Во время коронационных торжеств Николай стремился быть максимально внимательным к символам и традициям Польши. Показательно, что языками коронации стали французский и польский. Как уже говорилось, «Церемониал» коронации был издан как двуязычный текст, а клятва-молитва, которую монарх произнес во время церемонии, была представлена на французском. Николай I в определенной степени владел польским и при этом полагал необходимым его использование в польских землях, по крайней мере тех, что были присоединены Александром I[736]
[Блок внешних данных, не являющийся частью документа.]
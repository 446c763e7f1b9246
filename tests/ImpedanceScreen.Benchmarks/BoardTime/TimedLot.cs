using System.Globalization;
using System.Text;
using System.Text.Json;
using ImpedanceScreen.Benchmarks.Programs;
using ImpedanceScreen.Files;
using ImpedanceScreen.Fixtures;
using ImpedanceScreen.Jobs;
using ImpedanceScreen.Limits;
using ImpedanceScreen.Recording;
using ImpedanceScreen.Records.Bodies;
using ImpedanceScreen.Screening.Attempts;
using ImpedanceScreen.SimulatedBench.Logging;

namespace ImpedanceScreen.Benchmarks.BoardTime;

/// <summary>
/// A lot worked by the real station on the real simulated bench, each in its own process, in real time.
/// </summary>
internal static class TimedLot
{
    public static async Task<IReadOnlyList<BoardSpan>> RunAsync(
        string fixtureName, int count, ulong seed)
    {
        ScreeningJob job = Load(fixtureName);
        string folder = Directory.CreateTempSubdirectory("board-time-").FullName;
        try
        {
            string store = Path.Combine(folder, "records.db");
            string log = Path.Combine(folder, "bench.jsonl");
            await StationAsync("store-create", "--store", store, "--station", "board-time");
            string[] lines = await StationAsync(
                    "lot", "--simulated", "--json", "--population", "fixtures/tern-6-population.yaml", "--fixture",
                    $"fixtures/{fixtureName}", "--limits", "limits/tern-6.yaml", "--store", store, "--lot", "board-time",
                    "--first-serial", "T6-000001", "--count", count.ToString(CultureInfo.InvariantCulture), "--seed",
                    seed.ToString(CultureInfo.InvariantCulture), "--bench-log", log);
            BoardRecord[] records = [.. lines.Select(line => (BoardRecord)BodyCodec.Decode(Encoding.UTF8.GetBytes(line)))];
            return Spans(job, records, [.. File.ReadLines(log).Select(Event)]);
        }
        finally
        {
            Directory.Delete(folder, recursive: true);
        }
    }

    private static List<BoardSpan> Spans(ScreeningJob job, BoardRecord[] records, BenchEvent[] events)
    {
        Handshake handshake = job.Fixture.Handshake!;
        HashSet<(string, ushort)> sense =
        [
            .. job.Fixture.Outputs.Select(output => (output.Sense.Unit, output.Sense.Coil)),
            .. job.Fixture.LoadReturns.Select(rail => (rail.SenseRelay.Unit, rail.SenseRelay.Coil)),
        ];
        TimeSpan contact = BenchFloor.Contact(job);
        List<BoardSpan> spans = [];
        int begin = -1;
        for (int i = 0; i < events.Length; i++)
        {
            if (WentOn(events[i], handshake.Busy))
            {
                begin = i;
            }
            else if (WentOn(events[i], handshake.Done) && begin >= 0)
            {
                BenchEvent[] within = events[begin..i];
                spans.Add(new BoardSpan(
                    TimeSpan.FromMilliseconds(events[i].Ms - events[begin].Ms),
                    BenchFloor.Waits(records[spans.Count], job, 1),
                    TimeSpan.FromMilliseconds(within.OfType<ReadingTaken>().Sum(each => each.IntegrationMs + each.TurnaroundMs)),
                    TimeSpan.FromMilliseconds(within.OfType<LineUsed>().Sum(each => (each.BytesIn + each.BytesOut) * each.CharacterMs)),
                    contact * within.OfType<CoilChanged>().Count(each => each.On && sense.Contains((each.Unit, each.Coil)))));
                begin = -1;
            }
        }

        return spans.Count == records.Length
            ? spans
            : throw new InvalidOperationException($"{records.Length} records but {spans.Count} boards at the bench");
    }

    private static bool WentOn(BenchEvent happened, Relay relay) =>
        happened is CoilChanged { On: true } coil && coil.Unit == relay.Unit && coil.Coil == relay.Coil;

    private static BenchEvent Event(string line) =>
        JsonSerializer.Deserialize<BenchEvent>(line, BenchLog.Json) ?? throw new JsonException("empty line");

    private static ScreeningJob Load(string fixtureName) =>
        JobBinder.Bind(
            LimitFileBinder.Bind(Text("limits/tern-6.yaml")).Value,
            FixtureFileBinder.Bind(Text($"fixtures/{fixtureName}")).Value).Value;

    private static FileText Text(string name) => new(name, File.ReadAllText(Repository.File(name)));

    private static async Task<string[]> StationAsync(params string[] arguments)
    {
        ProgramEnd end = await StationProgram.RunAsync(arguments);
        return end.ExitCode == 0
            ? end.Lines
            : throw new InvalidOperationException($"the station ended with {end.ExitCode}: {end.Output}{end.Errors}");
    }
}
. Сохранились воспоминания, согласно которым во время пребывания в Царстве Николай I демонстративно прервал одного из польских дворян, обратившегося к нему на французском. Император заявил: «…я понимаю по-русски и по-польски; французский язык между нами совершенно не нужен»[737].Исключительно важно и то, что Николай согласился использовать в Царстве полонизированный вариант своего имени. Вензель монарха представлял собой литеру «М» («Миколай»)[738]
. Это решение дало впоследствии основания для появления легенды о действиях депутатов сейма при начале Польского восстания в ноябре 1830 г. Согласно этой версии, декларируя отстранение Николая I от власти в Царстве Польском, находящиеся в Сенатском зале Варшавского дворца депутаты не только подписали постановление о детронизации, но и совершили символический жест – перевернули вензель Николая, свергнув власть Романовых и обозначив свою приверженность свободе. «М» («Миколай») превратилась в «W» («Вольность»)[739].Языковой выбор подчеркнул принцип автономии территории, возведенный в степень, близкую к независимости. В трактовке Николая у Царства был свой язык, его надлежало уважать[740]
, используя при необходимости язык дипломатии – французский. В рамках этой парадигмы русский язык оказывался совершенно невостребованным. Его положение оказывалось сопоставимо с положением православия. Интересно, что император стремился закрепить эти установки, даже вернувшись в Петербург. По приезде в императорскую столицу после коронации Николай осуществил несколько символических жестов мемориального содержания вполне в духе установок проведенной церемонии. Так, дворцовые гренадеры, участвовавшие в коронации, получили ордена, наградные грамоты к которым были написаны по-польски[741].Император полагал, что он и поляки как практически, так и символически начали говорить на одном языке и что в отношении проявления «уважения к польской национальности» он сделал все от него зависящее. Он не ожидал, что варшавская коронация станет церемонией, во время которой польская сторона предложит вполне самостоятельный нарратив и основания для осмысления образа нового монарха, а также его действий в настоящем и будущем. При этом присутствие императора в городе придаст этой модели черты официальной позиции.
На первый взгляд, польские символы, обращенные к Николаю I, были вполне универсальными – схожими с российскими: здесь можно встретить уподобление императора отцу (а императрицы Александры Федоровны – матери)[742]
, апелляции к радости, вызванной происходящим, а также восхваление силы и мудрости нового коронованного монарха, готового следовать по стопам своего предшественника. Показательны и стихи по случаю коронации, публиковавшиеся в «Варшавском курьере» или отдельными брошюрами. В одном из таких сочинений автор призывал тени польских героев спуститься на землю, чтобы увидеть присягу, которую принесет народ новому королю (названному в тексте «благодетелем»[743]), и записать хвалу Николаю в книге будущего. Здесь же описывалось ликование польской земли, некогда поруганной, а ныне взирающей на свое возрождение. В другом тексте коронация уподоблялась оживлению природы в мае, возвращению «Надежды, Свободы и Жизни»: «славянский монарх» входил в «город сарматов» в сопровождении супруги, наследника и «Ангела Надежды»[744]. Николай, таким образом, оказывался прочитан через образ брата и предшественника на престоле Александра I, а значит, ему предписывались любовь и благодеяния в отношении к его польским подданным.